Believing that formal training was necessary to work in animation, he enrolled in the Animation Department of Yoyogi Animation Academy. Initially when starting his career, he aspired to become a director capable of drawing like Hayao Miyazaki. However, after realising the exceptionally high technical standards of the industry, he shifted his focus to directing and storyboarding instead. He subsequently joined Ajiado briefly as an animator. After a period of freelance work, he entered Studio Hibari (also known as Lerche), where, within the software development division, he was involved in developing animation production tools and creating animation for games.

Normally, becoming a director requires prior experience in other positions, such as production management and a established name in the industry. However, Kishi did not want to work the traditional path, and instead actively sought directing opportunities himself. At the time, the anime industry still allowed for considerable flexibility and experimentation on the business side, even though client companies were increasingly deciding in advance which directors they would work with. As a result of these circumstances, Kishi was able to establish himself as a director.
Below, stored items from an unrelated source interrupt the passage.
import { describe, it, expect } from 'vitest';
import { EXIT_OK, EXIT_FAILURE, EXIT_USAGE, EXIT_ROWS_FAILED } from '../../src/cli/exit-codes';

// Source: the CLI contract (docs/references.md §13): 0 success, 1 failure, 2 bad arguments,
// 3 batch rows failed. The other CLI tests compare against these names, so the numbers are pinned here.
describe('exit codes', () => {
  it('keep the documented numbers', () => {
    expect([EXIT_OK, EXIT_FAILURE, EXIT_USAGE, EXIT_ROWS_FAILED]).toEqual([0, 1, 2, 3]);
  });
});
He later participated in the founding of the company’s animation division, “Team TillDawn,” and began working in earnest as an animation director.

Currently, while serving as the representative of Team TillDawn and handling directing and supervisory work, he also serves as a board director of Lerche.
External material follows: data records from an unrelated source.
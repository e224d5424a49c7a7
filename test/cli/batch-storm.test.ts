/**
 * batch and the storm index: conditions through the one series reader (our CSV,
 * the hourly and high-resolution data files), the index per row given or
 * integrated through the series (O'Brien & McPherron 2000, references §10), and
 * the new columns (dst_nt, dst_source, dst_star_nt, speed_kms, source_re, boundary_reason).
 */
import { describe, it, expect, afterAll } from 'vitest';
import { batchCli as batch, scratchDir } from './helpers';
import { expectClose } from '../helpers';
import { EXIT_OK, EXIT_USAGE } from '../../src/cli/exit-codes';

const scratch = scratchDir('batch-storm-');
const file = scratch.file;
afterAll(() => scratch.remove());

const SITES = 'name,lat_deg,lon_deg\nHollin Tarn,64.5,-20.5\n';
const FAST = ['--workers', '1', '--format', 'json', '--internal', 'dipole'];

function jsonRows(out: string): Record<string, any>[] {
  return out.trim().split('\n').slice(1).map((l) => JSON.parse(l) as Record<string, any>);
}

// O'Brien & McPherron (2000), J. Geophys. Res. 105, 7707 (references §10), written out here from the paper:
// Q = −4.4 (VBs − 0.49) nT/h for VBs > 0.49 mV/m; τ = 2.40 exp(9.74 / (4.69 + VBs)) h; Dst* = Dst − 7.26 √Pdyn + 11.
const qOM = (vbs: number) => (vbs > 0.49 ? -4.4 * (vbs - 0.49) : 0);
const tauOM = (vbs: number) => 2.4 * Math.exp(9.74 / (4.69 + vbs));
const star = (dst: number, p: number) => dst - 7.26 * Math.sqrt(p) + 11;

describe('batch: storm index per row (references §10)', () => {
  it('uses a given dst_nt or sym_h_nt as the index, and says so per row', async () => {
    const sites = file('s.csv', SITES);
    const dst = file('dst.csv', 'time,pdyn_npa,bz_nt,by_nt,dst_nt,speed_kms\n2025-03-20T21:00:00Z,4,-12,2,-180,620\n2025-03-20T22:00:00Z,4,-12,2,,620\n');
    const r = await batch(['--sites', sites, '--conditions', dst, ...FAST]);
    expect(r.code, r.err).toBe(EXIT_OK);
    const [a, b] = jsonRows(r.out);
    expect(a.dst_source).toBe('dst');
    expect(a.dst_nt).toBe(-180);
    expectClose(a.dst_star_nt, star(-180, 4), 1e-9, 'Dst* = Dst − b√Pdyn + c (O\'Brien–McPherron 2000)');
    expect(a.speed_kms).toBe(620);
    // The empty index of the next row: integrated from the given one over the hour (exact solution of the ODE).
    expect(b.dst_source).toBe('integrated');
    const vbs = 620 * 12 * 1e-3;
    const qt = qOM(vbs) * tauOM(vbs);
    expectClose(b.dst_star_nt, qt + (star(-180, 4) - qt) * Math.exp(-1 / tauOM(vbs)), 1e-9, 'one hour of injection–decay from the given index');
    const sym = file('sym.csv', 'time,pdyn_npa,bz_nt,by_nt,sym_h_nt\n2025-03-20T21:00:00Z,4,-12,2,-95\n');
    const s = jsonRows((await batch(['--sites', sites, '--conditions', sym, ...FAST])).out)[0];
    expect([s.dst_source, s.dst_nt]).toEqual(['sym_h', -95]);
  });

  it('integrates the injection–decay equation through the series in time order: a storm builds up and recovers', async () => {
    const sites = file('s.csv', SITES);
    // 6 quiet hours (Bz +2), 6 hours of Bz −15 at 600 km/s, 6 hours of recovery (Bz +2): every row at Pdyn 3 nPa.
    const bz = [...Array(6).fill(2), ...Array(6).fill(-15), ...Array(6).fill(2)];
    const rows = bz.map((b, i) => `2025-03-21T${String(i).padStart(2, '0')}:00:00Z,3,${b},0,600`);
    const cond = file('storm.csv', ['time,pdyn_npa,bz_nt,by_nt,speed_kms', ...rows].join('\n') + '\n');
    const r = await batch(['--sites', sites, '--conditions', cond, ...FAST]);
    expect(r.code, r.err).toBe(EXIT_OK);
    const got = jsonRows(r.out).map((x) => x.dst_star_nt as number);
    // Reference: the closed-form step of d(Dst*)/dt = Q − Dst*/τ with the previous row's drivers held over the hour.
    let d = qOM(0) * tauOM(0); // first row: steady state of its drivers (Bz +2: VBs 0, Q 0)
    const want = [d];
    for (let i = 1; i < bz.length; i++) {
      const v = 600 * Math.max(0, -bz[i - 1]) * 1e-3;
      const qt = qOM(v) * tauOM(v);
      d = qt + (d - qt) * Math.exp(-1 / tauOM(v));
      want.push(d);
    }
    got.forEach((g, i) => expectClose(g, want[i], 1e-9, `Dst* at hour ${i}`));
    expect(Math.min(...got)).toBeLessThan(-60); // the storm builds up over the driven hours …
    expect(got[17]).toBeGreaterThan(got[11]); // … and recovers afterwards
    expect(jsonRows(r.out).every((x) => x.dst_source === 'integrated')).toBe(true);
  });

  it('gives every shard the same index as one run (each shard integrates the whole series up to its rows)', async () => {
    const sites = file('s.csv', SITES);
    const rows = Array.from({ length: 9 }, (_, i) => `2025-03-21T${String(i).padStart(2, '0')}:00:00Z,${2 + i % 3},${-4 * i},1`);
    const cond = file('sh.csv', ['time,pdyn_npa,bz_nt,by_nt', ...rows].join('\n') + '\n');
    const one = jsonRows((await batch(['--sites', sites, '--conditions', cond, ...FAST])).out);
    const parts = [];
    for (let k = 1; k <= 3; k++) parts.push(...jsonRows((await batch(['--sites', sites, '--conditions', cond, '--shard', `${k}/3`, ...FAST])).out));
    parts.sort((a, b) => a.conditions_line - b.conditions_line);
    expect(parts.map((x) => [x.conditions_line, x.dst_star_nt, x.open_closed_mag_lat_deg])).toEqual(one.map((x) => [x.conditions_line, x.dst_star_nt, x.open_closed_mag_lat_deg]));
  });

  it('a row with an impossible speed is an error of its own; the rows after it go on from the last good row', async () => {
    const sites = file('s.csv', SITES);
    const cond = file('fast.csv', 'time,pdyn_npa,bz_nt,by_nt,speed_kms,dst_nt\n2025-03-21T00:00:00Z,3,-10,0,500,-150\n2025-03-21T01:00:00Z,3,-10,0,5000,\n2025-03-21T02:00:00Z,3,-10,0,500,\n');
    const r = await batch(['--sites', sites, '--conditions', cond, ...FAST]);
    const [, b, c] = jsonRows(r.out);
    expect(b.error).toMatch(/^conditions line 3: speed_kms: 5000 km\/s is outside the allowed range: above 0 and at most 3000 km\/s/);
    expect(c.error).toBeNull();
    // Line 4 integrates two hours from line 2 with line 2's drivers (the bad line is not a driver).
    const v = 500 * 10e-3, qt = qOM(v) * tauOM(v);
    expectClose(c.dst_star_nt, qt + (star(-150, 3) - qt) * Math.exp(-2 / tauOM(v)), 1e-9, 'held over the bad line');
  });

  it('refuses --dst with a --conditions file, and an unknown --series-format (exit 2)', async () => {
    const sites = file('s.csv', SITES);
    const cond = file('c.csv', 'time,pdyn_npa,bz_nt\n2025-03-21T00:00:00Z,2,-3\n');
    const a = await batch(['--sites', sites, '--conditions', cond, '--dst', '-50']);
    expect(a.code).toBe(EXIT_USAGE);
    expect(a.err).toMatch(/--dst: is given by the --conditions file/);
    const b = await batch(['--sites', sites, '--conditions', cond, '--series-format', 'weekly']);
    expect(b.code).toBe(EXIT_USAGE);
    expect(b.err).toMatch(/--series-format: expected one of auto, csv, hourly, highres; got "weekly"/);
  });
});

/** An hourly data line (references §11 word layout): 55 blank-separated words, the ones we read set, the rest 0. */
function hourlyLine(hour: number, v: { by: number; bz: number; n: number; speed: number; alpha: number; p: string; dst: string }): string {
  const w = Array.from({ length: 55 }, () => '0');
  w[0] = '2025'; w[1] = '79'; w[2] = String(hour);
  w[15] = v.by.toFixed(1); w[16] = v.bz.toFixed(1); w[23] = v.n.toFixed(1); w[24] = v.speed.toFixed(0) + '.';
  w[27] = v.alpha.toFixed(3); w[28] = v.p; w[40] = v.dst;
  return w.join(' ');
}

describe('batch: the community data files through the series reader (references §11)', () => {
  it('reads an hourly file: flow-pressure word, GSM By/Bz, the Dst word as the index; a fill is skipped with the reason', async () => {
    const sites = file('s.csv', SITES);
    const text = [
      hourlyLine(20, { by: 3.2, bz: -7.5, n: 8, speed: 480, alpha: 0.04, p: '3.10', dst: '-64' }),
      hourlyLine(21, { by: 999.9, bz: -7.5, n: 8, speed: 480, alpha: 0.04, p: '3.10', dst: '-70' }),
      hourlyLine(22, { by: 1.0, bz: -9.0, n: 8, speed: 500, alpha: 0.04, p: '99.99', dst: '99999' }),
    ].join('\n') + '\n';
    const cond = file('year.dat', text);
    for (const fmt of ['auto', 'hourly']) {
      const r = await batch(['--sites', sites, '--conditions', cond, '--series-format', fmt, ...FAST]);
      expect(r.code, r.err).toBe(EXIT_OK);
      const [a, b, c] = jsonRows(r.out);
      // Day 79 of 2025 is 20 March.
      expect([a.time, a.pdyn_npa, a.by_nt, a.bz_nt, a.dst_nt, a.dst_source, a.speed_kms]).toEqual(['2025-03-20T20:00:00.000Z', 3.1, 3.2, -7.5, -64, 'dst', 480]);
      expect(b.skipped).toMatch(/^conditions line 2: word 16 \(By GSM\) is a fill value \(999\.9\); row skipped/);
      // Pressure from density, speed and alpha ratio (1.67e-6 n v² (1 + 4 α), references §3, §11); index integrated from line 1 over two hours.
      expectClose(c.pdyn_npa, 1.67e-6 * 8 * 500 * 500 * (1 + 4 * 0.04), 1e-12, 'flow pressure from n, v, alpha');
      expect(c.dst_source).toBe('integrated');
      const v = 480 * 7.5e-3;
      const qt = qOM(v) * tauOM(v);
      expectClose(c.dst_star_nt, qt + (star(-64, 3.1) - qt) * Math.exp(-2 / tauOM(v)), 1e-9, 'two hours held over the skipped line');
    }
  });

  it('a file whose layout cannot be told is exit 2 naming the line and the choices', async () => {
    const sites = file('s.csv', SITES);
    const cond = file('odd.dat', '2025 79 20 1 2 3\n');
    const r = await batch(['--sites', sites, '--conditions', cond]);
    expect(r.code).toBe(EXIT_USAGE);
    expect(r.err).toMatch(/--conditions: cannot tell the series format from line 1 .*6 blank-separated words.*csv, hourly or highres/);
  });
});

describe('batch: every empty boundary carries a reason', () => {
  it('a source distance beyond the magnetopause leaves the equatorward edge empty and says why (the engine\'s reason)', async () => {
    const sites = file('s.csv', SITES);
    const r = await batch(['--sites', sites, '--time', '2025-03-20T22:00:00Z', '--pdyn', '2', '--bz', '-3', '--source-re', '60', ...FAST]);
    expect(r.code, r.err).toBe(EXIT_OK);
    const [row] = jsonRows(r.out);
    expect(row.source_re).toBe(60);
    expect(row.equatorward_mag_lat_deg).toBeNull();
    expect(row.open_closed_mag_lat_deg).not.toBeNull();
    expect(row.boundary_reason).toMatch(/^equatorward: the (source distance lies outside the magnetopause|closed region ends before the source distance)$/);
    expect(row.dst_source).toBe('steady_state');
  });
});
In October 2014, he received an Individual Award at the 19th Animation Kobe Awards..

==Works==
===Anime series===
- Yugo the Negotiator: Pakistan Chapter (2004) – Director
- Ragnarok the Animation (2004) – Director, Storyboard
- Magikano (2006) – Director, Storyboard
- Galaxy Angel II (2006) – Director
- My Bride Is a Mermaid (2007) – Director
- Astro Fighter Sunred (2008–09) – Director
- Astro Fighter Sunred 2 (2009–10) – Chief Director, Storyboard
- Angel Beats! (2010) – Director, Storyboard
- Kamisama Dolls (2011) – Director
- Persona 4: The Animation (2011) – Director
- Humanity Has Declined (2012) – Director
- Devil Survivor 2: The Animation (2013) – Director
- Danganronpa: The Animation (2013) – Director
- Arpeggio of Blue Steel (2013) – Director
- Hamatora: The Animation (2014) – Chief Director
- Re:_Hamatora (2014) – Director
- Persona 4: The Golden Animation (2014) – Chief Director
- Yuki Yuna Is a Hero (2014) – Director
- Assassination Classroom (2015) – Director
- Rampo Kitan: Game of Laplace (2015) – Director
- Assassination Classroom: Second Season (2016) – Director
- Danganronpa 3: The End of Hope's Peak High School (2016) – Chief Director
- Tsuki ga Kirei (2017) – Director
- Classroom of the Elite (2017) – Director
- Yuki Yuna Is a Hero: Washio Sumi Chapter (2017) – Chief Director
- Yuki Yuna Is a Hero: Hero Chapter (2017) – Chief Director
- Asobi Asobase (2018) – Director
- Radiant (2018–20) – Director
- Kengan Ashura (2019) – Director
- With a Dog AND a Cat, Every Day is Fun (2020) – Director, Series Composition
- Yuki Yuna Is a Hero: The Great Mankai Chapter (2021) – Director
- Classroom of the Elite 2nd Season (2022) – Chief Director
- Ao no Orchestra (2023) – Director
- Kengan Ashura 2nd Season (2023) – Director
- Classroom of the Elite 3rd Season (2024) – Chief Director
- Maiden Blood (2027) – Director
- Junket Bank (TBA) – Director

===Original video animation===
- My Bride Is a Mermaid OVA (2008–09) – Director
- Carnival Phantasm (2011) – Director
- Fate/Grand Carnival (2021) – Director

===Anime films===
- Aura: Koga Maryuin's Last War (2013) – Director
- Persona 3 The Movie: No. 1, Spring of Birth (2013) – Supervisor
- Persona 3 The Movie: No. 2, Midsummer Knight's Dream (2014) – Supervisor
- Persona 3 The Movie: No. 3, Falling Down (2015) – Supervisor
- Persona 3 The Movie: No. 4, Winter of Rebirth (2016) – Supervisor

===Video games===
- Danganronpa Another Episode: Ultra Despair Girls (2014) – Director (animated cutscenes)

==Awards==
In 2014, The 19th Animation Kobe committee chose him to receive their Individual Award for the stretch of his career including Danganronpa: The Animation, Arpeggio of Blue Steel, and Hamatora. In his writeup explaining the committee's choice, Toshiya Matsushita of Animage cited his impressive annual volume of work and his work on Arpeggio of Blue Steel, a fully 3DCG anime, in particular.